Content starts
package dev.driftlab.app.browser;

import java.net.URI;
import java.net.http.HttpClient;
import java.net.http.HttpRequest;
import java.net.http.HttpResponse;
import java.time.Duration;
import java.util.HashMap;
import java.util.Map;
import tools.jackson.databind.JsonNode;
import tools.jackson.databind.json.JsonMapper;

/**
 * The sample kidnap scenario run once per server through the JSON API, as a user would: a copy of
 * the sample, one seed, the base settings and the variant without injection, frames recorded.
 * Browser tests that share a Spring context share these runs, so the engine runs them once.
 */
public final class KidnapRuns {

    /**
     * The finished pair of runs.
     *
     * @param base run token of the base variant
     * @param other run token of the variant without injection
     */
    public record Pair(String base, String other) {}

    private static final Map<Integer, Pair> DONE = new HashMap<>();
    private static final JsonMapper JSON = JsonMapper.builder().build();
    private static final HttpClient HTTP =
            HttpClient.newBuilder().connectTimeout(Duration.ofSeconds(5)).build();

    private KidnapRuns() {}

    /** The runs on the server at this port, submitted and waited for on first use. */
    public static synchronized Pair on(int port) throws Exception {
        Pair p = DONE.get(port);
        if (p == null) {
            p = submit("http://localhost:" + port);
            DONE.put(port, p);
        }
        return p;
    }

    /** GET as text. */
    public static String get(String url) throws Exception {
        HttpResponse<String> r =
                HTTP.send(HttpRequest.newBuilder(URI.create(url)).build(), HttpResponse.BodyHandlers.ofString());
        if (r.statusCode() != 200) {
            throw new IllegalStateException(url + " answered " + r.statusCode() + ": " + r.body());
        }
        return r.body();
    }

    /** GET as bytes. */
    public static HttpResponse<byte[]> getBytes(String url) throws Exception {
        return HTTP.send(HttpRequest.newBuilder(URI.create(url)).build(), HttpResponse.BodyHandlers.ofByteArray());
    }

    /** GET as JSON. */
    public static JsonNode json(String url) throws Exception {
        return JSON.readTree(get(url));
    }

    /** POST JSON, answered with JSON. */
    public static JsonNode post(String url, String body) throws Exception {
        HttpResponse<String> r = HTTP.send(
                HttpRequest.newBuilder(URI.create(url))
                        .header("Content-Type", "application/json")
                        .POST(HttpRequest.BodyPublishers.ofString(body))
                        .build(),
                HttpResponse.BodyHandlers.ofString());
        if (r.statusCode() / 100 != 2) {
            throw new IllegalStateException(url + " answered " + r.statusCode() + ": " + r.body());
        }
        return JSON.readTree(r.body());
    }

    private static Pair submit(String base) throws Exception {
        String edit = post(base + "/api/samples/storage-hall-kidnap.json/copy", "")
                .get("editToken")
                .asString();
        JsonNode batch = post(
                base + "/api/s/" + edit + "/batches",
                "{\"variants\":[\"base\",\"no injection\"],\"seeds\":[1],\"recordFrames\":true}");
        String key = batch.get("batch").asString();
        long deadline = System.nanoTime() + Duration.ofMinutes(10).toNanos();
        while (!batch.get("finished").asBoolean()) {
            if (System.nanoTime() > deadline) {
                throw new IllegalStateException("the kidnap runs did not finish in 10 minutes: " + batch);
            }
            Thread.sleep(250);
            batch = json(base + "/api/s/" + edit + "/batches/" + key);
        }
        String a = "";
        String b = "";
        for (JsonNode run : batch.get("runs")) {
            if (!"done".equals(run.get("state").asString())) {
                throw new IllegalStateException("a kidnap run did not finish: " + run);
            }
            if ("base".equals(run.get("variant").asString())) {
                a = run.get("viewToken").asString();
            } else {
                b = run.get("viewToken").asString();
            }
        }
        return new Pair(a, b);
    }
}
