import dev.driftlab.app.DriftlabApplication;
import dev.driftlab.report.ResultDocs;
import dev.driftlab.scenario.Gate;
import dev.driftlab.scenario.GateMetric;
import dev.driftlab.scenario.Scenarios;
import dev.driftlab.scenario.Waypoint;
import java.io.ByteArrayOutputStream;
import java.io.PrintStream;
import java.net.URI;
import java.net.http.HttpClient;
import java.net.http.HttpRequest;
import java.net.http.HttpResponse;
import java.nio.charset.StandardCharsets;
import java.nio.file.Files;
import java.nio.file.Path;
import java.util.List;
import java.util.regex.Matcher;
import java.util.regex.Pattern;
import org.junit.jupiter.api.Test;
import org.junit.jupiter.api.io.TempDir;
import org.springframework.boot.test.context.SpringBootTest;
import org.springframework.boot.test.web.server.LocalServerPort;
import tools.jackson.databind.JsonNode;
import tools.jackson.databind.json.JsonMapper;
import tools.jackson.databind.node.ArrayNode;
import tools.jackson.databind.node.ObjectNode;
Content ends
THE PROBLEM:
Every line in the data above that includes the word "util" should be copied.

SOLUTION BELOW:
import java.util.HashMap;
import java.util.Map;
import java.util.List;
import java.util.regex.Matcher;
import java.util.regex.Pattern;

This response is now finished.